"""Body of ``gatestep firmware``: a model as a folder of C that compiles as it is."""

from __future__ import annotations

import json
from collections.abc import Iterator
from dataclasses import asdict
from pathlib import Path
from typing import Any

from ..errors import FileError
from ..firmware import ROWS, DeviceTables, device_tables
from ..firmware_c import code_bytes, digest, header, instructions, ram_bytes, selftest, source
from ..firmware_errors import STEPS, USUAL_MV, RowsError, rows_error
from ..library import LoadedModel, load_model
from ..tables import build_tables

_MADE = "model.h"
_MARK = "Made by `gatestep firmware`"
_README = Path(__file__).with_name("firmware_readme.md")
_PARTS = ("include", "src", "model")


def write_firmware(model: str, out: Path, rows: int, interval_us: float, json_output: bool) -> int:
    """Write a model's C, what it needs, and what it misses; returns the exit status.

    Parameters
    ----------
    model : str
        A shipped model's name or a file.
    out : Path
        The folder: a new or empty one, or one that this command made.
    rows : int
        Rows of the table, one of :data:`gatestep.firmware.ROWS`.
    interval_us : float
        The device's tick, µs.
    json_output : bool
        Print JSON instead of text.

    Raises
    ------
    FileError
        If the model cannot be read or the folder cannot be written.
    FirmwareError, FormulaError, TableError
        If there is no such grid or tick, or the model cannot be tabulated.
    """
    loaded = load_model(model)
    tables = device_tables(loaded.spec, rows, interval_us)
    server = build_tables(loaded.spec)
    choices = [rows_error(loaded.spec, server, count, interval_us) for count in ROWS]
    files = {
        "model.h": header(tables, loaded.name),
        "model.c": source(tables),
        "selftest.c": selftest(tables),
        "README.md": readme(loaded, tables, choices),
        **library_files(),
    }
    _write(out, files)
    if json_output:
        print(json.dumps(_as_json(loaded, tables, choices, out, list(files)), ensure_ascii=False))
    else:
        print(_as_text(loaded, tables, choices, out))
    return 0


def device_folder() -> Path:
    """Folder of the device library and the model's step, in a wheel or a checkout."""
    package = Path(__file__).resolve().parents[1]
    installed = package / "firmware_bridge"
    return installed if installed.is_dir() else package.parents[1] / "firmware_bridge"


def library_files() -> dict[str, str]:
    """Text of every C file that a model needs beside its own, by its place in the folder.

    Raises
    ------
    FileError
        If they were not installed.
    """
    found = {}
    for part in _PARTS:
        for path in sorted((device_folder() / part).glob("*.[ch]")):
            place = path.name if part == "model" else f"library/{path.name}"
            found[place] = path.read_text("utf-8")
    if "gsm_step.h" not in found or "library/gsb_guard.c" not in found:
        raise FileError(f"{device_folder()}: the device library is not there; install anew")
    return found


def _write(out: Path, files: dict[str, str]) -> None:
    try:
        if out.exists() and not out.is_dir():
            raise FileError(f"{out}: not a folder; give a new one")
        if out.is_dir() and any(out.iterdir()) and not _ours(out / _MADE):
            raise FileError(f"{out}: holds other files; give a new folder")
        for name, text in files.items():
            path = out / name
            path.parent.mkdir(parents=True, exist_ok=True)
            path.write_text(text, "utf-8")
    except OSError as error:
        raise FileError(f"{out}: cannot be written: {error.strerror or error}") from None


def _ours(path: Path) -> bool:
    return path.is_file() and _MARK in path.read_text("utf-8", errors="replace")


def _facts(tables: DeviceTables) -> dict[str, Any]:
    return {
        "rows": tables.rows,
        "interval_us": tables.interval_us,
        "table_bytes": tables.table_bytes,
        "code_bytes": code_bytes(tables),
        "ram_bytes": ram_bytes(tables),
        "instructions": instructions(tables),
        "sha256": digest(tables),
    }


def _as_json(
    loaded: LoadedModel,
    tables: DeviceTables,
    choices: list[RowsError],
    out: Path,
    files: list[str],
) -> dict[str, Any]:
    return {
        "model": loaded.name,
        "out": str(out),
        **_facts(tables),
        "parameters": list(parameters(tables)),
        "choices": [asdict(choice) for choice in choices],
        "files": sorted(files),
    }


def parameters(tables: DeviceTables) -> Iterator[str]:
    """Names of what may change without a rebuild, in the order of their indices."""
    for conductance in tables.spec.conductance:
        yield f"{conductance.name}.gmax_ns"
        yield f"{conductance.name}.reversal_mv"
    yield "trace.every_ticks"


def _as_text(loaded: LoadedModel, tables: DeviceTables, choices: list[RowsError], out: Path) -> str:
    code = code_bytes(tables)
    lines = [
        f"{loaded.name}: {loaded.spec.title}",
        f"tick           {tables.interval_us:g} µs, built in",
        f"flash          {tables.table_bytes:,} bytes of tables, about {code:,} of code",
        f"RAM            {ram_bytes(tables)} bytes of gates and parameters",
        f"step           about {instructions(tables)} instructions on a Cortex-M4F, estimated",
        "",
        *_rows(choices, tables.rows),
        "",
        f"written to {out}; its README.md goes on",
    ]
    return "\n".join(lines)


def _rows(choices: list[RowsError], chosen: int) -> Iterator[str]:
    yield "  rows   step mV    flash B  steady state       gain    current"
    for c in choices:
        mark = "  <" if c.rows == chosen else ""
        yield (
            f"{c.rows:6} {c.step_mv:9g} {c.table_bytes:10,} {c.inf_error:13.1e} "
            f"{c.gain_error:10.1e} {c.current_error:10.1e}{mark}"
        )
    jumps = next(c.jumps for c in choices if c.rows == chosen)
    if jumps:
        yield f"{jumps} cells hold a switch of a piecewise formula; gates' errors leave them out"


def readme(loaded: LoadedModel, tables: DeviceTables, choices: list[RowsError]) -> str:
    """``README.md`` of the folder."""
    low, high = USUAL_MV
    names = "\n".join(f"| {k} | `{name}` |" for k, name in enumerate(parameters(tables)))
    return _README.read_text("utf-8").format(
        name=loaded.name,
        title=loaded.spec.title,
        source=loaded.spec.source,
        interval=f"{tables.interval_us:g}",
        table="\n".join("    " + line for line in _rows(choices, tables.rows)),
        low=f"{low:g}",
        high=f"{high:g}",
        steps=f"{STEPS:,}",
        table_bytes=f"{tables.table_bytes:,}",
        code_bytes=code_bytes(tables),
        ram_bytes=ram_bytes(tables),
        instructions=instructions(tables),
        names=names,
        made=_MARK,
    )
========
Across the material above, how many lines include the string "FileError"? Only the number is wanted.

- [Written solution]: 7